YOUR GOAL:
Nothing below is to be printed except the lines between the line holding "if ((code & 7) === PAWN) break;" and the line holding "let eyes = 0;", inclusive, each exactly as it appears.

Records from a data source:
——

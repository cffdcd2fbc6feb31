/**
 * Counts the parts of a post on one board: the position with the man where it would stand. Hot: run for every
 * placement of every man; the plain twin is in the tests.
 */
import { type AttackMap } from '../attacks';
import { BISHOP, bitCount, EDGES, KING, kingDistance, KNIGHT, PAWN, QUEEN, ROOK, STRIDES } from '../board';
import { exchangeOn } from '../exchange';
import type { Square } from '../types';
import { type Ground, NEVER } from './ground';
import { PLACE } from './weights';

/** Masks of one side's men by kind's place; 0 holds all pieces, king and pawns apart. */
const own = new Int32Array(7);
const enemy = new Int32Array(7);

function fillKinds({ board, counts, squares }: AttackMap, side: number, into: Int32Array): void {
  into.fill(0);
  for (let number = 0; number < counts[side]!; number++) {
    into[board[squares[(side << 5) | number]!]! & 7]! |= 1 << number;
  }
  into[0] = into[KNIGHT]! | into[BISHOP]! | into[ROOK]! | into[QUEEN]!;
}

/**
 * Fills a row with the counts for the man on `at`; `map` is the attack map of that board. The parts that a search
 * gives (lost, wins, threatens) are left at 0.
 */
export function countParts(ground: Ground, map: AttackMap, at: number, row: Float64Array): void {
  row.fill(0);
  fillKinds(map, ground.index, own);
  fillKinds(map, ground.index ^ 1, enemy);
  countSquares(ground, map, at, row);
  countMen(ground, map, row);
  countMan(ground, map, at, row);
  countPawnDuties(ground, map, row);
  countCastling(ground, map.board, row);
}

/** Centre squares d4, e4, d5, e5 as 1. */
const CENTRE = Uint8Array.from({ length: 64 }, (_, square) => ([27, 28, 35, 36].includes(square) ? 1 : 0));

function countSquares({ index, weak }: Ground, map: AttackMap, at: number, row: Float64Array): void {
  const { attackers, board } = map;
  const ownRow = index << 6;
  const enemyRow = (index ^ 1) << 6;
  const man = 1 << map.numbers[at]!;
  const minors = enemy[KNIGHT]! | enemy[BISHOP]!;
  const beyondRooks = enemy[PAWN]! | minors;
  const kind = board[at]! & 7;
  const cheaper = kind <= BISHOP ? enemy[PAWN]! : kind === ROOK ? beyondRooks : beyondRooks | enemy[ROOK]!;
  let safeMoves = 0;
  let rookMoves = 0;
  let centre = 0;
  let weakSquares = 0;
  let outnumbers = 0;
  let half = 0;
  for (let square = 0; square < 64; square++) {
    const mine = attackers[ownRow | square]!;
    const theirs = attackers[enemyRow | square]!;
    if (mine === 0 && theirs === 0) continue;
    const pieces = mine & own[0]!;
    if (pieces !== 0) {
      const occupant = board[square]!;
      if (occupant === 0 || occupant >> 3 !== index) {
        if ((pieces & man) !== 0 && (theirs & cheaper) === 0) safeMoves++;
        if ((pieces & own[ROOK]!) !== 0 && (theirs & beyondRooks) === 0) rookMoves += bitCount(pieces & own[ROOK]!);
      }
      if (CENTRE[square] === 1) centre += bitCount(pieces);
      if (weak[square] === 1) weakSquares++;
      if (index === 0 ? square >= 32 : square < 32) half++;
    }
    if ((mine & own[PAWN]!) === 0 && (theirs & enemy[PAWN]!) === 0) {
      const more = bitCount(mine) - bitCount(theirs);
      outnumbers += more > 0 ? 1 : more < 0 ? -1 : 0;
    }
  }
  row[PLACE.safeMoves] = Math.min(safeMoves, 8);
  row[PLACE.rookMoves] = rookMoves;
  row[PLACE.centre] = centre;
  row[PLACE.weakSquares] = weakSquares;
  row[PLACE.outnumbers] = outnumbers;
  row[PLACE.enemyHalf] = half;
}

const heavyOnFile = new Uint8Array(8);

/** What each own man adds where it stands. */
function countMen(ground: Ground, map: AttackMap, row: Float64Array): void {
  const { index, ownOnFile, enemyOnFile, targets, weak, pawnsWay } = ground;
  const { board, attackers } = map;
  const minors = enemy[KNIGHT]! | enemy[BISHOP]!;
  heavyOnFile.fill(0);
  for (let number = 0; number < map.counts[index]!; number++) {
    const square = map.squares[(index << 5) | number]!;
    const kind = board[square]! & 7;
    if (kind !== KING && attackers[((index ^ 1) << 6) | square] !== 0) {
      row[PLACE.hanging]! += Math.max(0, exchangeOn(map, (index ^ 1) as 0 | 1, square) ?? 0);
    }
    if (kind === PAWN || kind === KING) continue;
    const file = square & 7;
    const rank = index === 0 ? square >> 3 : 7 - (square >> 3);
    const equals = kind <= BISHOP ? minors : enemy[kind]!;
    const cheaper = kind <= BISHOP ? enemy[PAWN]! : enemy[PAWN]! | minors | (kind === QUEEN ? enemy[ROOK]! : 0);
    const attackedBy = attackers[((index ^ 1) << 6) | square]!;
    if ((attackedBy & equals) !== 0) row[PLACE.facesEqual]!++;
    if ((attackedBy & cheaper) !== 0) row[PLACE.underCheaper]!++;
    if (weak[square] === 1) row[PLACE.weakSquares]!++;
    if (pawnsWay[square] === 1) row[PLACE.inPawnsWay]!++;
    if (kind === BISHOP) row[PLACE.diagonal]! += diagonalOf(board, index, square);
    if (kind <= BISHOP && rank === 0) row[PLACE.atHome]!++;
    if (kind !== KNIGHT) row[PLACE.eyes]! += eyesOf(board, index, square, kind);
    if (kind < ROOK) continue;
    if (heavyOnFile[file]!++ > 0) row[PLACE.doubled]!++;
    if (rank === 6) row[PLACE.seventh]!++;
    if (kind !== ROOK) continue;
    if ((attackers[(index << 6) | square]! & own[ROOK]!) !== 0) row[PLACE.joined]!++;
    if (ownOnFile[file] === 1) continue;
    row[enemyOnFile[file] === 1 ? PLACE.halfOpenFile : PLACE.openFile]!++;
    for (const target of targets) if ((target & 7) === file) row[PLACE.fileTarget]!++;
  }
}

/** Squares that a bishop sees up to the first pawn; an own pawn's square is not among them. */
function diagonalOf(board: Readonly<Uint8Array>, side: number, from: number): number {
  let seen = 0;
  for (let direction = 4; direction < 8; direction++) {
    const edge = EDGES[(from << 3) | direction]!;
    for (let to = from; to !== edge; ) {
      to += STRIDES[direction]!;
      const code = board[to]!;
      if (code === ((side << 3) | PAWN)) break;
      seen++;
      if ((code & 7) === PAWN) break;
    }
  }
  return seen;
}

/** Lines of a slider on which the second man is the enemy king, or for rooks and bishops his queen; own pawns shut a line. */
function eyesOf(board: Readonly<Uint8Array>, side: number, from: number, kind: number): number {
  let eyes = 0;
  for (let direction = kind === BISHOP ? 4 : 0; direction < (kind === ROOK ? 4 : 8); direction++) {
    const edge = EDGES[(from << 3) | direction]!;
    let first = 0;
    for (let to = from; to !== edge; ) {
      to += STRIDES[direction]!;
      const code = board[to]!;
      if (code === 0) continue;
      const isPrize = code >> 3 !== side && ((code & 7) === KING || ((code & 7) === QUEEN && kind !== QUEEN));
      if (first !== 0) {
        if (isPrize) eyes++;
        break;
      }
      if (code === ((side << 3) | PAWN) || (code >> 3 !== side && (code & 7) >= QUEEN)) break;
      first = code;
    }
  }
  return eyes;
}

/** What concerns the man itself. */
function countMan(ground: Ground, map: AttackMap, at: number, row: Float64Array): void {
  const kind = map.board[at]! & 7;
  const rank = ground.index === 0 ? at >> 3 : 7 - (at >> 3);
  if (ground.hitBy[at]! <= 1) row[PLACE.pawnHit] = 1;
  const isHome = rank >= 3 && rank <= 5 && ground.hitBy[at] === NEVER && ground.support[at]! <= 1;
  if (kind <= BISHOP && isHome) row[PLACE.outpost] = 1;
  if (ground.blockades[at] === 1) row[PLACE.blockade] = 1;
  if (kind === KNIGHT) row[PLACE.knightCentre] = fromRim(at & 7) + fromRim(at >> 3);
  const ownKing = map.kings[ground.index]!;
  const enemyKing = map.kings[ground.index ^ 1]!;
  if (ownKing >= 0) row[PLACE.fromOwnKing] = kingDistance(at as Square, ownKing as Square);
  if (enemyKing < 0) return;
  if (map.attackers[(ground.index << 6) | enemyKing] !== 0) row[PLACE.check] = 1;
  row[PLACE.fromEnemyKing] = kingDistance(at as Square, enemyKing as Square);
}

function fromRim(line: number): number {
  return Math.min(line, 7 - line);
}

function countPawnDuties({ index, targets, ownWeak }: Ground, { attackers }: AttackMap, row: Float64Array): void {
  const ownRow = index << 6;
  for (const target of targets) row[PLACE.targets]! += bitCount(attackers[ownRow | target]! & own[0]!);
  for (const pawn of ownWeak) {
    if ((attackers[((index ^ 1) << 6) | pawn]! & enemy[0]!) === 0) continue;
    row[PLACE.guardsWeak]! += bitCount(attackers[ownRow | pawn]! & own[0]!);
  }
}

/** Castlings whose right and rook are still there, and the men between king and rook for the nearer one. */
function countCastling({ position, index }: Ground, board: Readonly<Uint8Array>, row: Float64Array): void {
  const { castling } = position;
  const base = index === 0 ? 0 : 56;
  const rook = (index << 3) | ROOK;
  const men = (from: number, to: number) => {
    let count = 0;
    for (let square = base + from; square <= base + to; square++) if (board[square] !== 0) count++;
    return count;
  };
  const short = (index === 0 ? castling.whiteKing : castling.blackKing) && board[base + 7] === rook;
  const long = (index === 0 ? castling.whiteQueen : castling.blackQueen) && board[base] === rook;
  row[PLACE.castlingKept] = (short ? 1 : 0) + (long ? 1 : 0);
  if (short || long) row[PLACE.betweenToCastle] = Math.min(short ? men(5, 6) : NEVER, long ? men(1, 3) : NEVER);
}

——

TASK ANSWER:
      if ((code & 7) === PAWN) break;
    }
  }
  return seen;
}

/** Lines of a slider on which the second man is the enemy king, or for rooks and bishops his queen; own pawns shut a line. */
function eyesOf(board: Readonly<Uint8Array>, side: number, from: number, kind: number): number {
  let eyes = 0;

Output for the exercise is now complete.